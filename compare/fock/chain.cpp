#include "compare/fock/chain.hpp"

#include <algorithm>
#include <memory>

#include "reference/determinant/joint.hpp"

namespace heraldgauge::compare::fock {
namespace {

using model::Ask;
using reference::Basis;
using reference::EndTable;

bool is_zero(const Interval& x) { return x.is_exactly_zero(); }
template <class Number>
bool is_zero(const Number& x) {
  return x == 0;
}

Ask asked(bool click) { return {click ? Ask::Kind::clicks : Ask::Kind::silent}; }
std::array<Ask, 2> end_asks(std::size_t clicks) { return {asked((clicks & 2) != 0), asked((clicks & 1) != 0)}; }

bool is_right_angle(const Rational& degrees) { return Rational(degrees / 90).get_den() == 1; }

std::size_t bits_exchanged(std::size_t clicks) { return clicks >> 1 | (clicks & 1) << 1; }

bool operator==(const StationShape& a, const StationShape& b) {
  return a.right_transmittance == b.right_transmittance && a.left_transmittance == b.left_transmittance &&
         a.indistinguishability == b.indistinguishability && a.right_cut == b.right_cut && a.left_cut == b.left_cut &&
         a.sectors == b.sectors;
}

template <class Number>
Sectors<Number> zero_sectors(const Arithmetic<Number>& number, long cut, long sectors) {
  Sectors<Number> result;
  for (long delta = 0; delta <= sectors; ++delta) result.emplace_back(cut - delta + 1, cut - delta + 1, number(0L));
  return result;
}

}  // namespace

template <class Number>
Chain<Number>::Chain(const Arithmetic<Number>& number, const Description& description)
    : number_(number),
      description_(description),
      left_loss_(number, description.chain.left_arms.front().transmittance),
      right_loss_(number, description.chain.right_arms.back().transmittance) {
  const model::Chain& chain = description_.chain;
  for (std::size_t k = 0; k < chain.station_count(); ++k) {
    interference_.push_back(number_(chain.right_arms[k].transmittance * chain.left_arms[k + 1].transmittance *
                                    chain.stations[k].indistinguishability));
  }
  for (const auto& weights : description_.weights) {
    std::vector<Number> values;
    for (const model::Real& weight : weights) values.push_back(number_(weight));
    weights_.push_back(std::move(values));
  }
}

template <class Number>
long Chain<Number>::most_sectors() const {
  long most = cut(0);
  for (std::size_t k = 1; k < weights_.size(); ++k) most = std::min(most, cut(k));
  return most;
}

template <class Number>
Sectors<Number> Chain<Number>::end_sectors(const model::End& end, const Loss<Number>& loss, std::size_t source,
                                           const Ask2& asks, const Direction<Number>& along, long sectors) const {
  const auto answer = [&](std::size_t j) {
    return behind_loss(number_, loss,
                       response(number_, end.detectors[j], asks[j], description_.rule, ClickPart::whole, cut(source)));
  };
  return end_part(number_, along, answer(model::plus), answer(model::cross), cut(source), sectors);
}

// Adds weights and the roots of factorials, and sorts by the total number of pairs where that is asked for.
template <class Number>
void Chain<Number>::add_weighted(State& out, std::size_t total, std::size_t source,
                                 const Sectors<Number>& unweighted) const {
  const long most = cut(source);
  const long per_mode = description_.most_per_mode.value_or(most);
  std::vector<Number> inverse_factorial{number_(1L)};
  for (long n = 1; n <= most; ++n) inverse_factorial.push_back(inverse_factorial.back() * number_(Rational(1, n)));
  const auto inverse = [&](long n) -> const Number& { return inverse_factorial[static_cast<std::size_t>(n)]; };
  for (std::size_t sector = 0; sector < unweighted.size(); ++sector) {
    const auto delta = static_cast<long>(sector);
    for (long a = 0; a + delta <= std::min(most, per_mode); ++a) {
      for (long b = 0; a + b + delta <= most && b + delta <= per_mode; ++b) {
        const Number& before = unweighted[sector](a, b);
        const auto pairs = static_cast<std::size_t>(a + b + delta);
        if (is_zero(before) || is_zero(weights_[source][pairs])) continue;
        const bool graded = description_.by_total_pairs || description_.most_total;
        const std::size_t target = graded ? total + pairs : 0;
        if (description_.most_total && target > static_cast<std::size_t>(*description_.most_total)) continue;
        while (out.size() <= target) {
          out.push_back(zero_sectors(number_, most, static_cast<long>(unweighted.size()) - 1));
        }
        Number& sum = out[target][sector](a, b);
        sum =
            sum + before * weights_[source][pairs] * inverse(a) * inverse(a + delta) * inverse(b) * inverse(b + delta);
      }
    }
  }
}

template <class Number>
typename Chain<Number>::State Chain<Number>::first_state(const Ask2& left, const Rational& degrees,
                                                         long sectors) const {
  State state;
  add_weighted(state, 0, 0,
               end_sectors(description_.chain.left_end, left_loss_, 0, left, direction(number_, degrees), sectors));
  return state;
}

template <class Number>
const typename Chain<Number>::Part& Chain<Number>::part(std::size_t k, std::size_t polarisation, const Outcome& outcome,
                                                        ClickPart click, long sectors) const {
  const model::Chain& chain = description_.chain;
  const model::Station& station = chain.stations[k];
  const StationShape shape{chain.right_arms[k].transmittance,
                           chain.left_arms[k + 1].transmittance,
                           station.indistinguishability,
                           cut(k),
                           cut(k + 1),
                           sectors};
  const std::array detectors{station.detectors[polarisation], station.detectors[polarisation + 2]};
  const Ask2 asks{outcome.asks[polarisation], outcome.asks[polarisation + 2]};
  for (const auto& known : parts_) {
    if (known->shape == shape && known->detectors == detectors && known->asks == asks && known->click == click) {
      return *known;
    }
  }
  const long most = shape.right_cut + shape.left_cut;
  const auto answer = [&](std::size_t j) {
    return response(number_, detectors[j], asks[j], description_.rule, click, most);
  };
  parts_.push_back(
      std::make_unique<Part>(Part{shape, detectors, asks, click, station_part(number_, shape, answer(0), answer(1))}));
  return *parts_.back();
}

// out(c, d) += factor(D) sum_{a,b} H(a, c) X(a, b) V(b, d).
template <class Number>
void Chain<Number>::add_product(Sectors<Number>& out, const Sectors<Number>& state, const Part& h, const Part& v,
                                const std::function<Number(long)>& factor) const {
  for (std::size_t sector = 0; sector < out.size(); ++sector) {
    const Matrix<Number>&x = state[sector], &horizontal = h.sectors[sector], &vertical = v.sectors[sector];
    Matrix<Number> half(horizontal.columns(), x.columns(), number_(0L));
    for (long a = 0; a < x.rows(); ++a) {
      for (long b = 0; a + b < x.rows(); ++b) {
        if (is_zero(x(a, b))) continue;
        for (long c = 0; c < half.rows(); ++c) half(c, b) = half(c, b) + horizontal(a, c) * x(a, b);
      }
    }
    const Number common = factor(static_cast<long>(sector));
    for (long c = 0; c < out[sector].rows(); ++c) {
      for (long d = 0; c + d < out[sector].rows(); ++d) {
        Number sum = number_(0L);
        for (long b = 0; b < half.columns(); ++b) sum = sum + half(c, b) * vertical(b, d);
        out[sector](c, d) = out[sector](c, d) + common * sum;
      }
    }
  }
}

template <class Number>
Sectors<Number> Chain<Number>::through_station(std::size_t k, const Sectors<Number>& state,
                                               const std::vector<Outcome>& outcomes, Minus minus) const {
  const auto sectors = static_cast<long>(state.size()) - 1;
  const auto interference = powers(number_, interference_[k], sectors);
  auto out = zero_sectors(number_, cut(k + 1), sectors);
  for (const Outcome& outcome : outcomes) {
    const auto factor = [&](long sign, long delta) {
      const bool odd = minus == Minus::corrected && delta % 2 != 0;
      const bool negative = outcome.minus && (odd || minus == Minus::negative);
      return Number(number_(negative ? -sign : sign) * interference[static_cast<std::size_t>(delta)]);
    };
    const auto add = [&](ClickPart click, long sign) {
      add_product(out, state, part(k, model::cH, outcome, click, sectors), part(k, model::cV, outcome, click, sectors),
                  [&](long delta) { return factor(sign, delta); });
    };
    add(ClickPart::whole, 1);
    if (!description_.with_double_dark) add(ClickPart::dark_only, -1);
  }
  return out;
}

template <class Number>
typename Chain<Number>::State Chain<Number>::contracted(State state, const std::vector<std::vector<Outcome>>& outcomes,
                                                        Minus minus, long) const {
  for (std::size_t k = 0; k < outcomes.size(); ++k) {
    State next;
    for (std::size_t total = 0; total < state.size(); ++total) {
      add_weighted(next, total, k + 1, through_station(k, state[total], outcomes[k], minus));
    }
    state = std::move(next);
  }
  return state;
}

template <class Number>
std::vector<Number> Chain<Number>::closed(const State& state, const Sectors<Number>& right) const {
  std::vector<Number> result;
  for (const Sectors<Number>& sectors : state) {
    Number sum = number_(0L);
    for (std::size_t sector = 0; sector < sectors.size(); ++sector) {
      Number part = number_(0L);
      for (long a = 0; a < sectors[sector].rows(); ++a) {
        for (long b = 0; a + b < sectors[sector].rows(); ++b) {
          part = part + sectors[sector](a, b) * right[sector](a, b);
        }
      }
      sum = sum + part * number_(sector == 0 ? 1L : 2L);
    }
    result.push_back(sum);
  }
  if (result.empty()) result.push_back(number_(0L));
  if (description_.by_total_pairs) return result;
  for (std::size_t total = 1; total < result.size(); ++total) result[0] = result[0] + result[total];
  return {result[0]};
}

template <class Number>
std::vector<std::vector<typename Chain<Number>::Outcome>> Chain<Number>::accepted() const {
  std::vector<std::vector<Outcome>> all;
  for (const model::Station& station : description_.chain.stations) {
    std::vector<Outcome> outcomes;
    for (const model::AcceptedOutcome& outcome : model::accepted_outcomes(station.herald)) {
      outcomes.push_back({outcome.detectors, outcome.minus});
    }
    all.push_back(std::move(outcomes));
  }
  return all;
}

template <class Number>
std::vector<Number> Chain<Number>::herald() const {
  const model::Chain& chain = description_.chain;
  if (chain.station_count() == 0 && !description_.by_total_pairs) return {number_(1L)};
  const auto right = end_sectors(chain.right_end, right_loss_, chain.station_count(), {}, direction(number_, 0), 0);
  return closed(contracted(first_state({}, 0, 0), accepted(), Minus::plain, 0), right);
}

template <class Number>
std::vector<Number> Chain<Number>::pattern(const model::Pattern& pattern) const {
  const model::Chain& chain = description_.chain;
  std::vector<std::vector<Outcome>> outcomes;
  for (const auto& asks : pattern.stations) outcomes.push_back({Outcome{asks, false}});
  const long sectors = most_sectors();
  const auto right = end_sectors(chain.right_end, right_loss_, chain.station_count(), pattern.right,
                                 direction(number_, chain.right_end.analyser_deg), sectors);
  return closed(
      contracted(first_state(pattern.left, chain.left_end.analyser_deg, sectors), outcomes, Minus::plain, sectors),
      right);
}

template <class Number>
std::vector<EndTable<Number>> Chain<Number>::tables(const Rational& left, const Rational& right, Minus minus) const {
  const model::Chain& chain = description_.chain;
  const long sectors = is_right_angle(left) || is_right_angle(right) ? 0 : most_sectors();
  std::vector<EndTable<Number>> tables;
  const auto entry = [&](std::size_t total, std::size_t l, std::size_t r) -> Number& {
    while (tables.size() <= total) {
      EndTable<Number> empty{{{{number_(0L), number_(0L), number_(0L), number_(0L)},
                               {number_(0L), number_(0L), number_(0L), number_(0L)},
                               {number_(0L), number_(0L), number_(0L), number_(0L)},
                               {number_(0L), number_(0L), number_(0L), number_(0L)}}}};
      tables.push_back(std::move(empty));
    }
    return tables[total].joint[l][r];
  };
  std::array<Sectors<Number>, 4> right_parts;
  for (std::size_t r = 0; r < 4; ++r) {
    right_parts[r] = end_sectors(chain.right_end, right_loss_, chain.station_count(), end_asks(r),
                                 direction(number_, right), sectors);
  }
  for (std::size_t l = 0; l < 4; ++l) {
    const State state = contracted(first_state(end_asks(l), left, sectors), accepted(), minus, sectors);
    for (std::size_t r = 0; r < 4; ++r) {
      const auto values = closed(state, right_parts[r]);
      for (std::size_t total = 0; total < values.size(); ++total) entry(total, l, r) = values[total];
    }
  }
  return tables;
}

// For the diagonal basis with unlike right detectors, even and odd numbers of psi- apart: (plain +- negative)/2, the
// odd part with the right end's bits exchanged.
template <class Number>
std::vector<EndTable<Number>> Chain<Number>::ends(Basis basis) const {
  const model::Chain& chain = description_.chain;
  const auto angles = reference::angles_of(chain, basis);
  const auto& detectors = chain.right_end.detectors;
  if (basis != Basis::diagonal || detectors[model::plus] == detectors[model::cross]) {
    return tables(angles.left_deg, angles.right_deg, Minus::corrected);
  }
  auto recorded = tables(angles.left_deg, angles.right_deg, Minus::plain);
  const auto negative = tables(angles.left_deg, angles.right_deg, Minus::negative);
  const Number half = number_(Rational(1, 2));
  for (std::size_t total = 0; total < recorded.size(); ++total) {
    const EndTable<Number> plain = recorded[total];
    for (std::size_t l = 0; l < 4; ++l) {
      for (std::size_t r = 0; r < 4; ++r) {
        const std::size_t x = bits_exchanged(r);
        const Number even = plain.joint[l][r] + negative[total].joint[l][r];
        const Number odd = plain.joint[l][x] - negative[total].joint[l][x];
        recorded[total].joint[l][r] = Number(even + odd) * half;
      }
    }
  }
  return recorded;
}

template <class Number>
std::vector<std::vector<Number>> Chain<Number>::coincidences(const std::vector<Rational>& right_deg) const {
  const model::Chain& chain = description_.chain;
  const long sectors = is_right_angle(chain.left_end.analyser_deg) ? 0 : most_sectors();
  const auto asks = end_asks(2);
  const State state =
      contracted(first_state(asks, chain.left_end.analyser_deg, sectors), accepted(), Minus::corrected, sectors);
  std::vector<std::vector<Number>> values;
  for (const Rational& degrees : right_deg) {
    values.push_back(closed(state, end_sectors(chain.right_end, right_loss_, chain.station_count(), asks,
                                               direction(number_, degrees), sectors)));
  }
  return values;
}

template class Chain<float>;
template class Chain<double>;
template class Chain<Interval>;
template class Chain<Rational>;

}  // namespace heraldgauge::compare::fock
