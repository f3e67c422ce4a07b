#pragma once
// A whole chain by explicit Fock matrices, slow but general: any weights of the pair numbers, any photon-number
// response of the detectors. Probabilities of the herald together with what the ends see, in the arithmetic of Number.
//
// Every photon number is conserved up to loss, so the pair number n of a source is the same in bra and ket and
// Delta = (H ket) - (H bra) keeps its size from source to source. Between the places stands X_D(a, b), a + D and a
// photons in H, b and b + D in V, n = a + b + D, as a product of transfer matrices:
//   X_k(c, d) = w_k(n) / (c! (c+D)! d! (d+D)!) (t_R t_L v)^D sum over outcomes, a, b of H_D(a, c) X_{k-1}(a, b) V_D(b,
//   d).

#include <functional>
#include <optional>
#include <vector>

#include "compare/fock/end.hpp"
#include "compare/fock/response.hpp"
#include "compare/fock/station.hpp"
#include "reference/route.hpp"

namespace heraldgauge::compare::fock {

struct Description {
  model::Chain chain;  // without shared background
  // w_k(n) = pi_k(n)/(n+1), n = 0, 1, ...: the product of the amplitudes of any two states of n pairs.
  std::vector<std::vector<model::Real>> weights;
  std::optional<long> most_per_mode;  // states with more photons in H or in V are dropped
  ClickRule rule = ClickRule::threshold;
  bool with_double_dark = true;  // false: the term of a station outcome in which both clicks are dark events is dropped
  std::optional<long> most_total;  // configurations with more pairs in all sources together are dropped
  bool by_total_pairs = false;     // results apart for each total number of pairs, else one sum
};

// How psi- outcomes enter: corrected by (-1)^Delta, as they are, or counted negative.
enum class Minus { corrected, plain, negative };

template <class Number>
class Chain {
 public:
  Chain(const Arithmetic<Number>& number, const Description& description);

  // One entry a total number of pairs, or a single one.
  std::vector<Number> herald() const;
  std::vector<reference::EndTable<Number>> ends(reference::Basis basis) const;
  std::vector<Number> pattern(const model::Pattern& pattern) const;
  // Both plus detectors click and both cross detectors stay silent, psi- corrected, at each right angle:
  // [angle][total].
  std::vector<std::vector<Number>> coincidences(const std::vector<Rational>& right_deg) const;

  // The most pairs that a source keeps.
  long cut(std::size_t source) const { return static_cast<long>(weights_[source].size()) - 1; }

 private:
  using State = std::vector<Sectors<Number>>;  // by total pairs
  using Ask2 = std::array<model::Ask, 2>;
  struct Outcome {
    std::array<model::Ask, 4> asks;
    bool minus;
  };
  struct Part {  // one polarisation of a station, kept because stations and polarisations are often alike
    StationShape shape;
    std::array<model::Detector, 2> detectors;
    Ask2 asks;
    ClickPart click;
    Sectors<Number> sectors;
  };

  long most_sectors() const;
  State first_state(const Ask2& left, const Rational& degrees, long sectors) const;
  State contracted(State state, const std::vector<std::vector<Outcome>>& outcomes, Minus minus, long sectors) const;
  Sectors<Number> through_station(std::size_t k, const Sectors<Number>& state, const std::vector<Outcome>& outcomes,
                                  Minus minus) const;
  void add_product(Sectors<Number>& out, const Sectors<Number>& state, const Part& h, const Part& v,
                   const std::function<Number(long)>& factor) const;
  const Part& part(std::size_t k, std::size_t polarisation, const Outcome& outcome, ClickPart click,
                   long sectors) const;
  void add_weighted(State& out, std::size_t total, std::size_t source, const Sectors<Number>& unweighted) const;
  Sectors<Number> end_sectors(const model::End& end, const Loss<Number>& loss, std::size_t source, const Ask2& asks,
                              const Direction<Number>& along, long sectors) const;
  std::vector<Number> closed(const State& state, const Sectors<Number>& right) const;
  std::vector<std::vector<Outcome>> accepted() const;
  std::vector<reference::EndTable<Number>> tables(const Rational& left, const Rational& right, Minus minus) const;

  Arithmetic<Number> number_;
  Description description_;
  std::vector<std::vector<Number>> weights_;
  Loss<Number> left_loss_, right_loss_;
  std::vector<Number> interference_;  // t_R t_L v of each station
  mutable std::vector<std::unique_ptr<Part>> parts_;
};

}  // namespace heraldgauge::compare::fock
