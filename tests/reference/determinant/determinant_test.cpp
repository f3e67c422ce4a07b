// The ring form against the plain determinant, which shares neither matrices nor subsets with it.

#include <gtest/gtest.h>

#include "reference/determinant/joint.hpp"
#include "reference/determinant/plain_determinant.hpp"
#include "reference/determinant/route.hpp"
#include "tests/support/random_chain.hpp"

namespace heraldgauge::reference {
namespace {

using model::Ask;
using model::Chain;
using model::Pattern;
using test::Random;

// The herald's accepted strings as patterns that also ask exact clicks of the ends.
std::vector<Pattern> herald_patterns(const Chain& chain, std::size_t left, std::size_t right) {
  const auto asked = [](std::size_t clicks, std::size_t bit) {
    return Ask{(clicks & bit) != 0 ? Ask::Kind::clicks : Ask::Kind::silent};
  };
  Pattern empty;
  empty.left = {asked(left, 2), asked(left, 1)};
  empty.right = {asked(right, 2), asked(right, 1)};
  std::vector<Pattern> patterns = {empty};
  for (const model::Station& station : chain.stations) {
    std::vector<Pattern> longer;
    for (const Pattern& pattern : patterns) {
      for (const model::AcceptedOutcome& outcome : model::accepted_outcomes(station.herald)) {
        longer.push_back(pattern);
        longer.back().stations.push_back(outcome.detectors);
      }
    }
    patterns = longer;
  }
  return patterns;
}

TEST(Ring, OverlapsThePlainDeterminantOnRandomPatterns) {
  test::for_each_case(60, 20261, [](Random& random) {
    const Chain chain = test::random_chain(random, {.largest_station_count = 2});
    const Pattern pattern = test::random_pattern(random, chain.station_count());
    const Interval ring = pattern_probability(Field<Interval>{220}, chain, pattern);
    const Interval plain = plain_pattern_probability(chain, pattern, 260);
    EXPECT_TRUE(overlap(ring, plain)) << test::describe_chain(chain);
    EXPECT_LT(ring.log2_width(), -190) << test::describe_chain(chain);
    EXPECT_LT(plain.log2_width(), -190) << test::describe_chain(chain);
  });
}

TEST(Ring, OverlapsThePlainDeterminantWithSharedBackground) {
  test::for_each_case(10, 20262, [](Random& random) {
    Chain chain = test::random_chain(random, {.smallest_station_count = 1, .largest_station_count = 1});
    chain.stations[0].background = {model::Rational(1, 50), 3};
    chain.left_end.background = {model::Rational(1, 20), 1};
    const Pattern pattern = test::random_pattern(random, chain.station_count());
    EXPECT_TRUE(overlap(pattern_probability(Field<Interval>{220}, chain, pattern),
                        plain_pattern_probability(chain, pattern, 220)));
  });
}

TEST(JointTable, SumsTheAcceptedStringsWithTheRightEndTurnedAfterAnOddNumberOfPsiMinus) {
  test::for_each_case(6, 20263, [](Random& random) {
    const Chain chain = test::random_chain(random, {.smallest_station_count = 1, .largest_station_count = 2});
    const EndTable<Interval> table = joint_table(Field<Interval>{220}, chain, Basis::analyser);
    for (std::size_t left = 0; left < 4; ++left) {
      const std::size_t right = (left + random() % 4) % 4;
      Interval expected(220);
      for (const Pattern& pattern : herald_patterns(chain, left, right)) {
        bool odd = false;
        for (const auto& station : pattern.stations) {
          for (const auto& outcome : model::accepted_outcomes(model::Herald::psi_minus)) {
            if (outcome.detectors == station) odd = !odd;
          }
        }
        Chain corrected = chain;
        if (odd) corrected.right_end.analyser_deg = -chain.right_end.analyser_deg;
        expected += plain_pattern_probability(corrected, pattern, 220);
      }
      EXPECT_TRUE(overlap(table.joint[left][right], expected)) << left << right << test::describe_chain(chain);
    }
  });
}

TEST(JointTable, DiagonalBasisExchangesTheRecordedBitsAfterAnOddNumberOfPsiMinus) {
  test::for_each_case(6, 20264, [](Random& random) {
    Chain chain = test::random_chain(random, {.smallest_station_count = 1, .largest_station_count = 1});
    chain.stations[0].herald = model::Herald::either;
    chain.left_end.analyser_deg = chain.right_end.analyser_deg = 45;
    const EndTable<Interval> table = joint_table(Field<Interval>{220}, chain, Basis::diagonal);
    for (const auto& [right, exchanged] : {std::pair<std::size_t, std::size_t>{1, 2}, {2, 1}, {3, 3}, {0, 0}}) {
      Interval expected(220);
      for (const Pattern& pattern : herald_patterns(chain, 2, right)) {
        Pattern recorded = pattern;
        const bool minus = pattern.stations[0][model::cH].kind != pattern.stations[0][model::cV].kind;
        if (minus) recorded.right = herald_patterns(chain, 2, exchanged).front().right;
        expected += plain_pattern_probability(chain, recorded, 220);
      }
      EXPECT_TRUE(overlap(table.joint[2][right], expected)) << right << test::describe_chain(chain);
    }
  });
}

TEST(JointTable, IntervalsContainTheExactRationals) {
  test::for_each_case(20, 20265, [](Random& random) {
    const Chain chain = test::random_chain(random, {.largest_station_count = 1, .free_angles = false});
    const EndTable<Rational> exact = joint_table(Field<Rational>{}, chain, Basis::diagonal);
    const EndTable<Interval> enclosed = joint_table(Field<Interval>{160}, chain, Basis::diagonal);
    Rational sum = 0;
    for (std::size_t l = 0; l < 4; ++l) {
      for (std::size_t r = 0; r < 4; ++r) {
        EXPECT_TRUE(enclosed.joint[l][r].contains(exact.joint[l][r]));
        EXPECT_GE(exact.joint[l][r], 0);
        sum += exact.joint[l][r];
      }
    }
    EXPECT_EQ(sum, herald_probability(Field<Rational>{}, chain)) << "the 16 end patterns share out the herald";
  });
}

TEST(DeterminantTerms, CountsFourAStationWithAlikeDetectorsAndMoreOtherwise) {
  Chain chain = test::alike_chain(3, "1/100", "1/10", "1/2", "1/1000000");
  EXPECT_EQ(determinant_terms(chain), 64);
  for (model::Station& station : chain.stations) station.herald = model::Herald::either;
  EXPECT_EQ(determinant_terms(chain), 64) << "psi- merges with psi+ after the correction";
  chain.stations[0].detectors[model::cH].efficiency = model::Rational(1, 3);
  EXPECT_GT(determinant_terms(chain), 64);
}

TEST(DeterminantRefusal, NamesWhatItCannotServe) {
  Chain chain = test::alike_chain(1, "1/100", "1/10", "1/2", "0");
  EXPECT_FALSE(determinant_refusal(chain));
  chain.stations[0].detectors[model::dV].kind = model::DetectorKind::resolving;
  EXPECT_EQ(determinant_refusal(chain), "a number-resolving detector (station 1)");
  chain.sources[1].kind = model::SourceKind::ideal_pair;
  EXPECT_EQ(determinant_refusal(chain), "an ideal-pair source (source 1)");
}

TEST(PlainDeterminant, IsUnboundedWhereNoPivotExcludesZero) {
  const Interval zero(64), one(1L, 64);
  EXPECT_TRUE(determinant({{one, one}, {one, zero}}, 64).contains(-1));
  EXPECT_FALSE(determinant({{zero, one}, {zero, one}}, 64).is_bounded());
}

}  // namespace
}  // namespace heraldgauge::reference
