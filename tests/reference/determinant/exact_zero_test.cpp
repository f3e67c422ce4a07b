#include "reference/determinant/exact_zero.hpp"

#include <gtest/gtest.h>

#include "reference/determinant/joint.hpp"
#include "tests/support/random_chain.hpp"

namespace heraldgauge::reference {
namespace {

using model::Chain;
using model::Rational;
using model::Real;
using test::Random;

// Sets parameters to the ends of their ranges here and there, where zeros live.
void push_to_the_ends(Random& random, Chain& chain) {
  const auto push = [&random](Real& x) {
    if (random() % 2 == 0) x = Real(static_cast<int>(random() % 2));
  };
  for (auto* arms : {&chain.left_arms, &chain.right_arms}) {
    for (model::Arm& arm : *arms) push(arm.transmittance);
  }
  for (model::Station& station : chain.stations) {
    for (model::Detector& detector : station.detectors) {
      push(detector.efficiency);
      detector.dark_probability = Real(0);
    }
  }
  for (model::End* end : {&chain.left_end, &chain.right_end}) {
    end->analyser_deg = Rational(45) * static_cast<long>(random() % 4);
    for (model::Detector& detector : end->detectors) {
      push(detector.efficiency);
      detector.dark_probability = Real(0);
    }
  }
}

TEST(ExactZero, HasTheZerosOfTheChainItself) {
  int zeros_met = 0;
  test::for_each_case(60, 60261, [&zeros_met](Random& random) {
    Chain chain = test::random_chain(random, {.largest_station_count = 1});
    push_to_the_ends(random, chain);
    const auto zeros = exact_zeros(chain, Basis::analyser);
    ASSERT_TRUE(zeros);
    const EndTable<Rational> table = joint_table(Field<Rational>{}, chain, Basis::analyser);
    for (std::size_t l = 0; l < 4; ++l) {
      for (std::size_t r = 0; r < 4; ++r) {
        EXPECT_EQ(zeros->joint[l][r], table.joint[l][r] == 0) << l << r << test::describe_chain(chain);
        zeros_met += zeros->joint[l][r] ? 1 : 0;
      }
    }
    EXPECT_EQ(is_exactly_zero_herald(chain), herald_probability(Field<Rational>{}, chain) == 0);
  });
  EXPECT_GT(zeros_met, 20) << "the cases must hold zeros, or they prove nothing";
}

TEST(ExactZero, IsNotClaimedAtIrrationalAngles) {
  Chain chain = test::alike_chain(1, "1/10", "1", "1", "0");
  chain.right_end.analyser_deg = 17;
  EXPECT_EQ(exact_zeros(chain, Basis::analyser), std::nullopt);
}

TEST(ExactZero, AtEveryAngleOnlyWhereNoPhotonReachesTheRightPlusDetector) {
  Chain chain = test::alike_chain(1, "1/10", "1/2", "1/2", "0");
  EXPECT_FALSE(is_zero_at_every_angle(chain));
  chain.right_arms.back().transmittance = Real(0);
  EXPECT_TRUE(is_zero_at_every_angle(chain));
  chain.right_end.detectors[model::plus].dark_probability = Rational(1, 1000);
  EXPECT_FALSE(is_zero_at_every_angle(chain));
}

}  // namespace
}  // namespace heraldgauge::reference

+---+

**Task objective**
Print exactly the lines above from the one with "state = std::move(next);" to the one with "for (const Sectors<Number>&", including both.

**Your response**
    state = std::move(next);
  }
  return state;
}

template <class Number>
std::vector<Number> Chain<Number>::closed(const State& state, const Sectors<Number>& right) const {
  std::vector<Number> result;
  for (const Sectors<Number>& sectors : state) {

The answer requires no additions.